Nachlese zu: Johannes Baiter: Offene und entwicklerfreundliche APIs für digitales Kulturerbe, Oder: von bibliothekarischen Standards zu Web-Standards (06.04.2018, BBAW)

Letzten Freitag hatte das sehr lobenswerte “DH-Kolloqium” Johannes Baiter von der Bayerischen Staatsbibliothek zu Gast, der die zahlreich erschienenen Interessenten über die Möglichkeiten von IIIF, einem in der letzten Zeit immer mehr im Interesse stehendem offenen Standard für die Präsentation digitaler Kulturdaten, einweihte. Auf die Gefahr hin, mich in mir fremden Fahrwassern zu verfahren, ein Versuch, die wichtigsten Punkte des Vortrags zusammenzufassen. Für technische Details verweise ich mit Nachdruck auf die Folien von Johannes Baiters (Link am Ende der Seite).

Johannes Baiter schilderte zunächst die Ausgangslage: die Viewer-Landschaft für Digitalisate ist inzwischen sehr verwirrend, jeder kocht sein eigenes Süppchen, baut digitale Silos und die Nutzenden müssen sich ständig in neue nicht miteinander operable Systeme einarbeiten. Hier genau setzt IIIF (International Image Interoperability Framework) an. Wer sich schon immer gefragt hat, wie man das wohl ausspricht: Triple-I-F, ist die Lösung, ob man das dann Englisch oder Deutsch ausführt, scheint, wie auch bei TEI, dem eigenen Geschmack überlassen zu sein.

IIIF hat seine Ursprünge im bibliothekarischen Kontext (Zusammenarbeit von u.a. British Library, Stanford, Oxford, BNF) und ist ein Versuch, der sehr komplexen deskriptiven Semantik von METS/MODS (das versucht alle Informationen zu einem digitalen Objekt abzubilden), eine Art „light weight“ Präsentations-Semantik (die nur die minimal für die Präsentation notwendigen Metadaten ausliefert) entgegenzusetzen: das so genannte IIIF-Manifest. Johannes Baiter fasste zusammen, dass sich die IIIF-Community sich vor allem die Maximen Offene Standards, Nutzerfreundlichkeit und Entwicklerfreundlichkeit (Linked Open Data Usable) auf die Fahne geschrieben hat .
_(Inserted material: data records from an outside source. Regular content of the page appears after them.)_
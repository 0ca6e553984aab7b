import { useMutation } from '@tanstack/react-query';
import { slingSchema, type Sling } from '../../../../shared/schemas/slings';
import { api } from '../../../lib/apiClient';

/** Adds photos to the record. No version: a photo takes nothing away from what anybody else did meanwhile. */
export function useAddPhotos(slingId: number) {
  return useMutation({
    mutationFn: (photoIds: string[]): Promise<Sling> =>
      api.send('PATCH', `/slings/${slingId}`, { photoIds }, slingSchema),
  });
}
Anschließend präsentierte Johannes Baiter einige interessante Praxisbeispiele anhand des Viewers Mirador (sehr schön war übrigens der in die Präsentation eingebaute illustrative Screencast). So kann man sich nicht nur verschiedene Handschriften sehr einfach gleichzeitig anzeigen lassen und annotieren, sondern auch verteilte Handschriften virtuell rekonstruieren, zum Beispiel ausgeschnittene Miniaturen wieder in die „Löcher“ einfügen. Das sind natürlich Möglichkeiten, die zum Beispiel für alle mit historischen Handschriften und Büchern Forschenden nicht nur eine Arbeitserleichterung darstellen, sondern auch spannende neue Präsentationsmöglichkeiten und Herangehensweisen an Forschungsfragen eröffnen, genau wie die geplante Erweiterung um 3D-Support.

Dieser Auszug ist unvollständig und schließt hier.